Villas such as Cedar Retreat are a rare find, blending charm and character with comfort. Relax by the pool and let the stress of modern life melt away. Onshore trade winds blow through the house which remains cool on the hottest of Caribbean days. Wide doors allow the open plan living space to blend with a tropical garden and a breathtaking view of the Grenadine islands to the south-east.

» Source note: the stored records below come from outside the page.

/**
 * The house style for dates and numbers, in one place (British English,
 * `en-GB`). Pages, e-mails, the audit trail and the API's messages write
 * their dates and figures with these functions, so the same thing reads the
 * same everywhere.
 *
 * Dates:
 * - a month is "Nov 2026" in tables, charts and pickers, and "November 2026"
 *   in running text and headings (`monthShort`, `monthLong`);
 * - a day is "24 Nov 2026"; a moment is "24 Nov 2026, 08:05", 24-hour clock;
 * - a time not tied to a site is written in UTC and says so ("… 08:05 UTC"),
 *   because the server's and the browser's zones differ and React refuses
 *   to hydrate text that differs (error #418); a time that belongs to a site
 *   (its readings, its hours) is written in the site's zone;
 * - a relative time ("4 minutes ago") is measured from a `now` the loader
 *   sends, never from the clock of whichever machine renders it.
 *
 * Numbers: digits grouped ("12,345"), a real minus sign (−), a dash (—)
 * where there is no figure, and one precision per unit (`DECIMALS`; the ledger's units have theirs in
 * `~/ledger/ledger-units`). Money goes through Intl's currency style.
 *
 * Plain module: the server and the browser both use it.
 */
import { formatDistanceStrict } from "date-fns";

const LOCALE = "en-GB";
const MINUS = "\u2212";
/** What stands where a figure is missing or not a number. */
export const NO_FIGURE = "\u2014";

type Instant = Date | string | number;

// ---------------------------------------------------------------- dates --

/**
 * Month names are the house's own, not the locale data's: ICU versions
 * differ ("Sep" or "Sept"), and the server and the browser must write the
 * same text. Intl only finds an instant's calendar fields in a zone.
 */
const MONTH_NAMES = [
  "January",
  "February",
  "March",
  "April",
  "May",
  "June",
  "July",
  "August",
  "September",
  "October",
  "November",
  "December",
] as const;
const shortName = (month: number) => MONTH_NAMES[month - 1].slice(0, 3);

interface Fields {
  year: number;
  month: number;
  day: number;
  time: string;
  timeWithSeconds: string;
}

/** Intl formatters are costly to build: one per zone. */
const fieldFormats = new Map<string, Intl.DateTimeFormat>();

/** The calendar fields of an instant in a zone (the reader's when none is given). */
function fieldsIn(at: Instant, timeZone: string | undefined): Fields {
  const key = timeZone ?? "";
  let format = fieldFormats.get(key);
  if (!format) {
    format = new Intl.DateTimeFormat(LOCALE, {
      timeZone,
      year: "numeric",
      month: "numeric",
      day: "numeric",
      hour: "2-digit",
      minute: "2-digit",
      second: "2-digit",
      hourCycle: "h23",
    });
    fieldFormats.set(key, format);
  }
  const part: Record<string, string> = {};
  for (const p of format.formatToParts(new Date(at))) part[p.type] = p.value;
  const time = `${part.hour}:${part.minute}`;
  return {
    year: Number(part.year),
    month: Number(part.month),
    day: Number(part.day),
    time,
    timeWithSeconds: `${time}:${part.second}`,
  };
}

/** `[year, month]` of a `YYYY-MM` month (or `YYYY-MM-DD` day); null for another shape. */
function yearMonth(month: string): [number, number] | null {
  const [y, m] = month.split("-").map(Number);
  return y && m >= 1 && m <= 12 ? [y, m] : null;
}

/** "Nov 2026" for `2026-11`: tables, charts, pickers. Another shape comes back as it is. */
export function monthShort(month: string): string {
  const ym = yearMonth(month);
  return ym ? `${shortName(ym[1])} ${ym[0]}` : month;
}

/** "November 2026" for `2026-11`: running text and headings. */
export function monthLong(month: string): string {
  const ym = yearMonth(month);
  return ym ? `${MONTH_NAMES[ym[1] - 1]} ${ym[0]}` : month;
}

const dayText = (f: Fields) => `${f.day} ${shortName(f.month)} ${f.year}`;

/** "24 Nov 2026" for a calendar day `2026-11-24`. Another shape comes back as it is. */
export function calendarDay(day: string): string {
  const [y, m, d] = day.split("-").map(Number);
  if (!y || !m || !d) return day;
  return dayIn(Date.UTC(y, m - 1, d), "UTC");
}

/** "5 Dec 2026", the UTC date of an instant. */
export function dayUtc(at: Instant): string {
  return dayIn(at, "UTC");
}

/** "5 Dec 2026, 08:08 UTC" (with `seconds`, "08:08:41 UTC"). */
export function dateTimeUtc(
  at: Instant,
  options: { seconds?: boolean } = {},
): string {
  const f = fieldsIn(at, "UTC");
  return `${dayText(f)}, ${options.seconds ? f.timeWithSeconds : f.time} UTC`;
}

/** "24 Nov 2026" in the given zone (a site's). */
export function dayIn(at: Instant, timeZone: string): string {
  return dayText(fieldsIn(at, timeZone));
}

/**
 * "24 Nov 2026, 08:05" in the given zone (a site's); the reader's own zone
 * when none is given, for what renders in the browser only.
 */
export function dateTimeIn(at: Instant, timeZone?: string): string {
  const f = fieldsIn(at, timeZone);
  return `${dayText(f)}, ${f.time}`;
}

/** "24 Nov, 08:05" in the given zone: a narrow column, where the year is plain. */
export function dayMonthTimeIn(at: Instant, timeZone: string): string {
  const f = fieldsIn(at, timeZone);
  return `${f.day} ${shortName(f.month)}, ${f.time}`;
}

/** "24 Nov" in the given zone: a chart's day tick. */
export function dayMonthIn(at: Instant, timeZone: string): string {
  const f = fieldsIn(at, timeZone);
  return `${f.day} ${shortName(f.month)}`;
}

/** "4 minutes ago" (or "in 4 minutes") of `at`, seen from `now`. */
export function timeAgo(at: Instant, now: Instant): string {
  return formatDistanceStrict(new Date(at), new Date(now), { addSuffix: true });
}

// -------------------------------------------------------------- numbers --

/**
 * Decimals shown per unit, outside the ledger (whose units carry their own).
 * An hour's energy keeps three (a meter's resolution); a total of many hours
 * is read in whole kWh or tenths of a MWh; temperatures, degree days and
 * percentages in tenths.
 */
export const DECIMALS = {
  hourKwh: 3,
  kWh: 0,
  MWh: 1,
  degreeDays: 1,
  celsius: 1,
  percent: 1,
} as const;

const numberFormats = new Map<string, Intl.NumberFormat>();

function numberFormat(min: number, max: number): Intl.NumberFormat {
  const key = `${min}-${max}`;
  let format = numberFormats.get(key);
  if (!format) {
    format = new Intl.NumberFormat(LOCALE, {
      minimumFractionDigits: min,
      maximumFractionDigits: max,
    });
    numberFormats.set(key, format);
  }
  return format;
}

/**
 * A number, grouped, with a real minus sign and no sign on a value that
 * rounds to zero; a dash when there is no figure (null, NaN, ∞).
 * `decimals` is the most shown; `fixed` shows exactly that many.
 */
export function formatNumber(
  value: number | null | undefined,
  decimals: number,
  options: { fixed?: boolean; plus?: boolean } = {},
): string {
  if (value === null || value === undefined || !Number.isFinite(value))
    return NO_FIGURE;
  const text = numberFormat(options.fixed ? decimals : 0, decimals).format(
    Math.abs(value),
  );
  if (!/[1-9]/.test(text)) return text;
  if (value < 0) return `${MINUS}${text}`;
  return options.plus && value > 0 ? `+${text}` : text;
}

/** A chart axis tick: as many decimals as the tick has, up to three ("2,500", "0.25"). */
export function formatTick(value: number): string {
  return formatNumber(value, 3);
}

/** A floor area, whole square metres: "12,400 m²". */
export function formatArea(m2: number): string {
  return `${formatNumber(m2, 0)} m²`;
}

/** A file's size in whole KiB: "1,234 KiB". */
export function formatKib(bytes: number): string {
  return `${formatCount(Math.round(bytes / 1024))} KiB`;
}

/** A count of things: "12,345". */
export function formatCount(count: number): string {
  return formatNumber(count, 0);
}

/** An hour's energy, at most three decimals: "1,234.567". */
export function formatHourKwh(kwh: number, minimumDecimals = 0): string {
  return numberFormat(
    minimumDecimals,
    Math.max(DECIMALS.hourKwh, minimumDecimals),
  )
    .format(kwh)
    .replace(/^-/, MINUS);
}

/** A total in whole kWh: "1,234 kWh"; a dash alone when there is none. */
export function formatKwh(
  kwh: number | null,
  options: { plus?: boolean } = {},
): string {
  const text = formatNumber(kwh, DECIMALS.kWh, options);
  return text === NO_FIGURE ? text : `${text} kWh`;
}

/** A total in MWh, one decimal: "1,234.5 MWh". */
export function formatMwh(mwh: number, options: { plus?: boolean } = {}) {
  return `${formatNumber(mwh, DECIMALS.MWh, options)} MWh`;
}

/**
 * A total of energy at the scale it reads best: below 1,000 kWh in kWh,
 * from there in MWh ("+1.2 MWh", "−850 kWh").
 */
export function formatEnergy(
  kwh: number,
  options: { plus?: boolean } = {},
): string {
  return Math.abs(kwh) >= 1000
    ? formatMwh(kwh / 1000, options)
    : formatKwh(kwh, options);
}

/** Degree days, one decimal: "312.5 degree days". */
export function formatDegreeDays(value: number): string {
  return `${formatNumber(value, DECIMALS.degreeDays)} degree days`;
}

/** A temperature, one decimal, kept with its unit: "15.5 °C" (no-break space). */
export function formatCelsius(celsius: number): string {
  return `${formatNumber(celsius, DECIMALS.celsius, { fixed: true })}\u00a0°C`;
}

type PercentOptions = { decimals?: number; plus?: boolean };

/** A fraction as a percentage, one decimal: 0.1234 → "12.3 %"; a dash when there is none. */
export function formatPercent(
  fraction: number | null,
  options: PercentOptions = {},
): string {
  return formatPercentPoints(
    fraction === null ? null : fraction * 100,
    options,
  );
}

/**
 * A figure that is already a percentage (a statistic's CV(RMSE), a saving's
 * share): 12.34 → "12.3 %"; a dash when there is none.
 */
export function formatPercentPoints(
  percent: number | null,
  options: PercentOptions = {},
): string {
  const decimals = options.decimals ?? DECIMALS.percent;
  const text = formatNumber(percent, decimals, {
    fixed: true,
    plus: options.plus,
  });
  return text === NO_FIGURE ? text : `${text} %`;
}

/** Money held in minor units (pence, cents): 12345, "gbp" → "£123.45". */
export function formatMoney(minor: number, currency: string): string {
  return currencyFormat(currency).format(minor / 100);
}

// Made once per currency: building an Intl.NumberFormat costs far more than
// formatting with it, and a page may show hundreds of amounts.
const currencyFormats = new Map<string, Intl.NumberFormat>();

function currencyFormat(currency: string): Intl.NumberFormat {
  const code = currency.toUpperCase();
  let format = currencyFormats.get(code);
  if (!format) {
    format = new Intl.NumberFormat(LOCALE, {
      style: "currency",
      currency: code,
    });
    currencyFormats.set(code, format);
  }
  return format;
}

/** An exact decimal as a person would type it: "250000.000000" → "250000". No float. */
export function decimalAsTyped(decimal: string): string {
  return decimal.includes(".") ? decimal.replace(/\.?0+$/, "") : decimal;
}

/** An exact decimal amount in its currency, to the currency's places: "1234.5678", "GBP" → "£1,234.57". */
export function formatCost(decimal: string, currency: string): string {
  return currencyFormat(currency).format(Number(decimal));
}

The property is situated in an unpopulated area on Mount Pleasant, elevated on a cliff 200 feet above Mount Pleasant Bay. It’s a short 15 minutes walk to the nearest sandy beach Ravine and about 30 minutes to Hope, an exquisite beach you will most likely have to yourself. Be careful when you swim here, however, as the currents are sometimes strong beyond the breakers. The Sugar Hill Bar and Restaurant with a small mini mart is about a half mile away from Cedar Retreat.
A 15 minute drive will take you into the charming village and harbor of Port Elizabeth and the leeward golden sands of Lower Bay and Princess Margaret beach. A 4x4 Suzuki jeep is included in the rental price.
The tiny island of Bequia (pronounced Beckwee) has a unique, magical charm which is hard to find anywhere else in the Caribbean. With fewer than six thousand inhabitants, it feels like home from the moment you arrive; friendliness is the watchword, and the pace is relaxed and easy-going. Don’t be surprised if you are greeted with a warm hello as you walk along the street – a centuries-old dependence on inter-island shipping and trading has meant that Bequians have been eagerly welcoming visitors to their shores for generations. The island’s enduring seafaring heritage is one of its most striking features. Virtually every Bequia family has some connection to the sea either past or present, and today’s fishermen, sailors, and boat-builders are quietly proud to share their marine traditions with newcomers to the island. Bequia fulfills many dreams of the perfect small Caribbean island- beautiful sandy beaches where more than ten people may constitute a crowd, lush green hillsides, attractive little villages, hardly any traffic, places to get together, and places in which to find that perfect solitude. Choose a holiday of total beach relaxation or exhilarating sailing and diving in some of the most beautiful waters in the world. Get to know the island on foot, or hire a car and discover so much more than just the golden beaches. Take day or overnight trips to neighboring isles or simply fill up another perfect day doing what is increasingly necessary to unwind nothing! A choice of nightlife too awaits you – gourmet international cuisine, or delicious local cooking, elegant cocktails or sun downers in a local bar, a lively jump-up to steel band music or a wonderfully romantic candlelit dinner far away from it all. And then of course there are the warm tropical nights, with an orchestra of singing cicadas and gently murmuring surf, and the brilliance of the star-studded sky which tells you that this is where you have always wanted to be.
Bequia is a small island, measuring 7 square miles (18 km2) with a population of approximately 5,200. The native population is primarily a mixture of people of African, Scottish, Irish, and Carib Indian descent. A substantial number of white Barbadians settled the Mount Pleasant area of Bequia in the 1800s, and their proud descendants live there today. Other highly populated areas include the island capital, Port Elizabeth, which hosts the ferry dock, and Paget Farm, which hosts the airport. The island’s hills are much lower than the peaks of St. Vincent, 10 miles (16 km) to the north, so they do not receive as many rain showers.